**Try it:**
What lines in the following entries hold the word "Author"? Copy each one.

(Data items)
§
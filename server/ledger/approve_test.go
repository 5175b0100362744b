package ledger

import (
	"context"
	"strings"
	"testing"
	"time"

	"lapgate/pipeline"
)

func TestApprovalsNeedASecondPersonAndARecipe(t *testing.T) {
	onEach(t, func(t *testing.T, s *Store) {
		ctx := context.Background()
		if err := s.PutRecipe(ctx, Recipe{Part: "disc-25", File: "disc-25.yaml", Text: "format: 1"}); err != nil {
			t.Fatal(err)
		}
		known, err := s.Recipes(ctx, "disc-25")
		if err != nil {
			t.Fatal(err)
		}
		good := Approval{Hash: known[0].Hash, Author: "Q. Engineer", Approver: "A. Pprover", Reason: "tighter dig limit", Effective: EffectiveNow, At: noon}
		for want, change := range map[string]func(*Approval){
			"second person": func(a *Approval) { a.Approver = " q.  ENGINEER" }, "author": func(a *Approval) { a.Author = "" },
			"person": func(a *Approval) { a.Approver = " " }, "reason": func(a *Approval) { a.Reason = "" }, "effective": func(a *Approval) { a.Effective = "soon" },
		} {
			a := good
			change(&a)
			_, err := s.Approve(ctx, a)
			wantKind(t, err, pipeline.InvalidKind)
			if !strings.Contains(err.Error(), want) {
				t.Errorf("error %q does not speak of %s", err, want)
			}
		}
		unknown := good
		unknown.Hash = "sha256:00"
		_, err = s.Approve(ctx, unknown)
		wantKind(t, err, pipeline.NotFoundKind)
		next := good
		next.Effective, next.At = EffectiveNextLot, noon.Add(time.Hour)
		for _, a := range []Approval{good, good, next} {
			if got, err := s.Approve(ctx, a); err != nil || got != a {
				t.Fatal(got, err)
			}
		}
		list, err := s.Approvals(ctx, "disc-25")
		if err != nil || len(list) != 2 || list[0].Approval != good || list[1].Approval != next || list[0].Recipe.Text != "format: 1" {
			t.Errorf("got %+v, %v", list, err)
		}
		if list, err = s.Approvals(ctx, "disc-40"); err != nil || len(list) != 0 {
			t.Errorf("another part: %+v, %v", list, err)
		}
	})
}

func TestLotBegan(t *testing.T) {
	onEach(t, func(t *testing.T, s *Store) {
		ctx := context.Background()
		first := mustRecord(t, s, disc("1", 1, pipeline.Accept, noon.Add(time.Hour)))
		mustRecord(t, s, disc("2", 1, pipeline.Accept, noon.Add(2*time.Hour)))
		if at, err := s.LotBegan(ctx, "disc-25", "L7", "A", "final"); err != nil || !at.Equal(first.Judged) {
			t.Errorf("got %v, %v, want %v", at, err, first.Judged)
		}
		for _, other := range [][2]string{{"L8", "A"}, {"L7", "B"}} {
			if at, err := s.LotBegan(ctx, "disc-25", other[0], other[1], "final"); err != nil || !at.IsZero() {
				t.Errorf("%v: got %v, %v, want none", other, at, err)
			}
		}
	})
}

func TestLatenciesByStation(t *testing.T) {
	onEach(t, func(t *testing.T, s *Store) {
		for i, ms := range []float64{30, 10, 20, 5} {
			in := disc(string(rune('a'+i)), 1, pipeline.Accept, noon)
			in.LatencyMS = ms
			if i == 3 {
				in.Line = "B"
			}
			mustRecord(t, s, in)
		}
		got, err := s.Latencies(context.Background(), Filter{})
		if err != nil || len(got) != 2 || got[0].Line != "A" || len(got[0].MS) != 3 || got[0].MS[0] != 10 || got[0].MS[2] != 30 || got[1].MS[0] != 5 {
			t.Errorf("got %+v, %v", got, err)
		}
	})
}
§
**Finished task:**
		good := Approval{Hash: known[0].Hash, Author: "Q. Engineer", Approver: "A. Pprover", Reason: "tighter dig limit", Effective: EffectiveNow, At: noon}
			"second person": func(a *Approval) { a.Approver = " q.  ENGINEER" }, "author": func(a *Approval) { a.Author = "" },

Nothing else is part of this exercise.